"""
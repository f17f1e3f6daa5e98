/**
 * The rows of a cycle: coefficient, height, roots, stage, cover; and of the days between crops.
 */
import { powerOfShare } from '../base/power.ts';
import { heightFactor } from '../crop/climate-adjustment.ts';
import { BARE_SOIL_COEFFICIENT } from '../crop/cover.ts';
import { type Cycle, growingRootDepth, plantHeight } from '../crop/curve.ts';
import { scheduleDepth } from '../crop/root-zone.ts';
import { tallRatio } from '../crop/surface-coefficient.ts';
import { WEED_HEIGHT, weedBasal } from '../crop/weeds.ts';
import type { CycleCurve } from './cycle-curve.ts';
import { MARK, type PackedSeason, type StripCurve } from './pack.ts';
import { availableTo, profileOf } from './soil-profile.ts';
import type { PlantedCycles } from './stage-days.ts';
import type { Crop, Soil } from './types.ts';

/** Height at which ground without a crop meets the wind in Kc max [m]: stubble and clods. Choice of ours; FAO-56 gives none. */
export const BARE_HEIGHT = 0.05;

/** p of ground without a crop, used only to show a readily available water. Source: FAO-56, text of Eq. 83 (0.5 for many crops). */
const BARE_FRACTION = 0.5;

const BARE_HEIGHT_FACTOR = heightFactor(BARE_HEIGHT);
const WEED_HEIGHT_FACTOR = heightFactor(WEED_HEIGHT);
const WEED_BASAL = weedBasal();

/** Shift of p by texture: fine soils give up their water less readily, coarse ones more. Source: FAO-56, text of Table 22 (5 to 10 % either way). */
const TEXTURE_SHIFT = { coarse: 1.1, medium: 1, fine: 0.9 } as const;

/**
 * Depletion fraction p of a crop on a soil.
 *
 *   p × 1.1 on coarse, × 0.9 on fine soil
 *
 * Source: FAO-56, text of Table 22 (the upper end of its 5 to 10 %).
 */
export function tableFractionOf(crop: Crop, soil: Soil): number {
  return crop.depletionFraction * TEXTURE_SHIFT[soil.texture ?? 'medium'];
}

/** Depth of the store of ground that carries nothing all run: as deep as it takes to hold the evaporable water, at least Ze, at most the hard layer. */
export function bareDepth(soil: Soil): number {
  const holding = soil.totalEvaporableWater / (1000 * (soil.fieldCapacity - soil.wiltingPoint));
  return limited(Math.max(soil.evaporationDepth, holding), soil);
}

export function limited(depth: number, soil: Soil): number {
  return Number.isNaN(soil.rootLimit) ? depth : Math.min(depth, soil.rootLimit);
}

export function rootDepthOf(crop: Crop, progress: number): number {
  return crop.type === 'annual' ? growingRootDepth(crop.rootDepthMin, crop.rootDepthMax, progress) : crop.rootDepthMax;
}

/**
 * Rows of ground that carries nothing, but for the days `kept.from … kept.to − 1`, which a crop is going to fill.
 *
 * Root depth only where there is no such crop: with one, `holdRootDepth` fills it.
 */
export function clearGrowth(curve: StripCurve, soil: Soil, firstCrop: Crop | undefined, kept: Span): void {
  fillAround(curve.basal, 0, kept);
  fillAround(curve.height, BARE_HEIGHT, kept);
  fillAround(curve.heightFactor, BARE_HEIGHT_FACTOR, kept);
  fillAround(curve.scheduleDepth, 0, kept);
  fillAround(curve.tableFraction, firstCrop ? tableFractionOf(firstCrop, soil) : BARE_FRACTION, kept);
  curve.mark.fill(0);
  curve.stage.fill(0);
  curve.planting.fill(-1);
  if (kept.to <= kept.from) curve.rootDepth.fill(bareDepth(soil));
}

function fillAround(row: Float64Array, value: number, { from, to }: Span): void {
  if (to <= from) row.fill(value);
  else {
    row.fill(value, 0, from);
    row.fill(value, to);
  }
}

/** Days within the run; none where `to` is not above `from`. */
export interface Span {
  readonly from: number;
  readonly to: number;
}

/**
 * Draws a cycle: coefficient (FAO-56 Eq. 66), height and roots (Annex 8), stage.
 *
 * A coefficient on tall reference ET becomes one on short by the ratio of each day (Eq. 67 and 68).
 */
export function drawCycle(season: PackedSeason, soil: Soil, planted: PlantedCycles, cycle: Cycle, drawn: CycleCurve): void {
  const { curve } = season;
  const { crop } = planted.planting;
  const span = { from: Math.max(0, cycle.start), to: Math.min(season.input.dayCount, cycle.end) };
  if (span.to <= span.from) return;
  drawCoefficient(curve, cycle, drawn, span);
  drawRoots(curve, cycle, crop, soil, span);
  drawStage(curve.stage, cycle, span);
  curve.tableFraction.fill(tableFractionOf(crop, soil), span.from, span.to);
  curve.planting.fill(planted.index, span.from, span.to);
  curve.mark.fill(MARK.planted, span.from, span.to);
  if (cycle === planted.cycles[0] && cycle.start >= 0) curve.mark[cycle.start] |= MARK.firstDay;
  if (drawn.canopy !== null) coverGround(curve, drawn, span);
  if (crop.surface === 'tall') onShortSurface(curve.basal, season.weather.climate, span);
}

function drawCoefficient(curve: StripCurve, { start, lengths }: Cycle, drawn: CycleCurve, { from, to }: Span): void {
  const { basal, height, heightFactor: factor } = curve;
  const { initial, mid, end } = drawn.coefficients;
  const toDevelopment = start + lengths.initial;
  const toMid = start + Math.max(lengths.initial, lengths.initial + lengths.development - 1);
  const toLate = start + lengths.initial + lengths.development + lengths.mid;
  const toEnd = Math.max(toLate, toLate + lengths.late - 1);
  const tall = drawn.canopy ? drawn.heightMax : plantHeight(initial, mid, drawn.heightMax, 0);
  const growing = !drawn.canopy;
  fill(basal, initial, from, Math.min(to, toDevelopment));
  fill(height, tall, from, Math.min(to, toDevelopment));
  fill(factor, heightFactor(tall), from, Math.min(to, toDevelopment));
  const full = heightFactor(drawn.heightMax);
  fill(height, drawn.heightMax, Math.max(from, toDevelopment), to);
  fill(factor, full, Math.max(from, toDevelopment), to);
  for (let d = Math.max(from, toDevelopment); d < Math.min(to, toMid); d++) {
    const value = initial + ((d + 1 - toDevelopment) / lengths.development) * (mid - initial);
    basal[d] = value;
    if (!growing || value >= mid) continue;
    height[d] = (drawn.heightMax * value) / mid;
    factor[d] = full * powerOfShare(value / mid, 0.3);
  }
  fill(basal, mid, Math.max(from, toMid), Math.min(to, toLate));
  for (let d = Math.max(from, toLate); d < Math.min(to, toEnd); d++) basal[d] = mid + ((d + 1 - toLate) / lengths.late) * (end - mid);
  fill(basal, end, Math.max(from, toEnd), to);
}

function fill(row: Float64Array, value: number, from: number, to: number): void {
  if (to > from) row.fill(value, from, to);
}

/** Annual roots grow (Eq. 8-1); those of a standing crop keep their depth. A hard layer limits every depth. */
function drawRoots(curve: StripCurve, { start, lengths }: Cycle, crop: Crop, soil: Soil, { from, to }: Span): void {
  const { rootDepth, scheduleDepth: schedule } = curve;
  const grown = limited(crop.rootDepthMax, soil);
  rootDepth.fill(grown, from, to);
  schedule.fill(grown, from, to);
  if (crop.type !== 'annual') return;
  const toDevelopment = start + lengths.initial;
  const toMid = Math.min(to, toDevelopment + lengths.development - 1);
  const sown = limited(crop.rootDepthMin, soil);
  fill(rootDepth, sown, from, Math.min(to, toDevelopment));
  fill(schedule, limited(scheduleDepth(sown, crop.rootDepthMax), soil), from, Math.min(to, toDevelopment));
  for (let d = Math.max(from, toDevelopment); d < toMid; d++) {
    const depth = growingRootDepth(crop.rootDepthMin, crop.rootDepthMax, (d + 1 - toDevelopment) / lengths.development);
    rootDepth[d] = limited(depth, soil);
    schedule[d] = limited(scheduleDepth(rootDepth[d], crop.rootDepthMax), soil);
  }
}

function drawStage(stage: Uint8Array, { start, lengths }: Cycle, { from, to }: Span): void {
  const development = start + lengths.initial;
  const mid = development + lengths.development;
  const late = mid + lengths.mid;
  // each later stage overwrites the end of the one before
  stage.fill(0, from, to);
  if (development < to) stage.fill(1, Math.max(from, development), to);
  if (mid < to) stage.fill(2, Math.max(from, mid), to);
  if (late < to) stage.fill(3, Math.max(from, late), to);
}

/**
 * Cover of a given canopy: its own fc in mid season, before and after in proportion to what Kcb has above the ground between the plants.
 *
 * Source: choice of ours; FAO-56 gives fc of orchards at mid season only.
 */
function coverGround(curve: StripCurve, { canopy, coefficients }: CycleCurve, { from, to }: Span): void {
  if (canopy === null) return;
  const ground = Math.min(canopy.groundBasal ?? BARE_SOIL_COEFFICIENT, coefficients.mid);
  const whole = coefficients.mid - Math.min(ground, BARE_SOIL_COEFFICIENT);
  for (let d = from; d < to; d++) {
    const share = whole > 0 ? (curve.basal[d] - Math.min(ground, BARE_SOIL_COEFFICIENT)) / whole : 1;
    curve.covered[d] = canopy.cover * Math.min(1, Math.max(0, share));
  }
}

function onShortSurface(basal: Float64Array, climate: Float64Array, { from, to }: Span): void {
  for (let d = from; d < to; d++) basal[d] *= tallRatio(climate[d]);
}

/** A standing crop that is dormant, before its start and after its end: its dormant Kcb, on days that carry nothing else. */
export function drawDormancy(curve: StripCurve, { planting, earliest, dormantTo }: PlantedCycles): void {
  const { crop, canopy } = planting;
  if (dormantTo === null || !crop.dormantBasal) return;
  const height = crop.type === 'orchard' ? ((canopy ?? crop.canopy)?.height ?? crop.heightMax) : BARE_HEIGHT;
  const factor = heightFactor(height);
  for (let d = Math.max(0, earliest); d < Math.min(curve.basal.length, dormantTo); d++) {
    if (curve.planting[d] >= 0) continue;
    curve.basal[d] = crop.dormantBasal;
    curve.height[d] = height;
    curve.heightFactor[d] = factor;
  }
}

/** Weeds on the days of a cropped strip that carry no crop, growing or dormant. */
export function drawWeeds(curve: StripCurve): void {
  for (let d = 0; d < curve.basal.length; d++) {
    if (curve.planting[d] >= 0 || curve.basal[d] > 0) continue;
    curve.basal[d] = WEED_BASAL;
    curve.height[d] = WEED_HEIGHT;
    curve.heightFactor[d] = WEED_HEIGHT_FACTOR;
  }
}

/** Keeps the root depth of the planting before up to this one; before the first it is this planting's own first depth. */
export function holdRootDepth(rootDepth: Float64Array, from: number, { cycles, planting }: PlantedCycles, soil: Soil): number {
  if (cycles.length === 0) return from;
  const start = Math.max(0, cycles[0].start);
  const end = Math.min(rootDepth.length, cycles[cycles.length - 1].end);
  if (end <= start) return from;
  const before = from > 0 ? rootDepth[from - 1] : limited(rootDepthOf(planting.crop, 0), soil);
  rootDepth.fill(before, from, Math.max(from, start));
  rootDepth.fill(rootDepth[end - 1], end);
  return end;
}

/** Deepest root of a strip [m]: on the last day of one of its cycles, since roots do not become shallower within one. */
export function deepestRootOf({ rootDepth }: StripCurve, planted: readonly PlantedCycles[]): number {
  let deepest = rootDepth[0];
  for (const { cycles } of planted) {
    for (let k = 0; k < cycles.length; k++) {
      const last = Math.min(rootDepth.length, cycles[k].end) - 1;
      if (last >= 0 && rootDepth[last] > deepest) deepest = rootDepth[last];
    }
  }
  return deepest;
}

/**
 * Fills what the soil holds to the roots and to the scheduling depth, anew only where a depth has moved.
 *
 * @param deepest deepest root of the run [m]
 */
export function fillAvailable(curve: StripCurve, soil: Soil, deepest: number): void {
  const { rootDepth, scheduleDepth: schedule, available, scheduleAvailable } = curve;
  const profile = profileOf(soil);
  for (let d = 0; d < rootDepth.length; ) {
    const root = rootDepth[d];
    const asked = schedule[d];
    let to = d + 1;
    while (to < rootDepth.length && rootDepth[to] === root && schedule[to] === asked) to++;
    const toRoot = availableTo(profile, root);
    const depth = Math.max(root, Math.min(asked, deepest));
    const toSchedule = depth === root ? toRoot : availableTo(profile, depth);
    if (to === d + 1) {
      available[d] = toRoot;
      scheduleAvailable[d] = toSchedule;
    } else {
      available.fill(toRoot, d, to);
      scheduleAvailable.fill(toSchedule, d, to);
    }
    d = to;
  }
  curve.deepestAvailable = availableTo(profile, deepest);
}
"""
TASK DETAILS: Restate word for word the entries above, starting at the line with "hard layer. */" and ending at the line with "export function bareDepth(soil: Soil): number", inclusive, and no others.

SOLVED PROBLEM:
/** Depth of the store of ground that carries nothing all run: as deep as it takes to hold the evaporable water, at least Ze, at most the hard layer. */
export function bareDepth(soil: Soil): number {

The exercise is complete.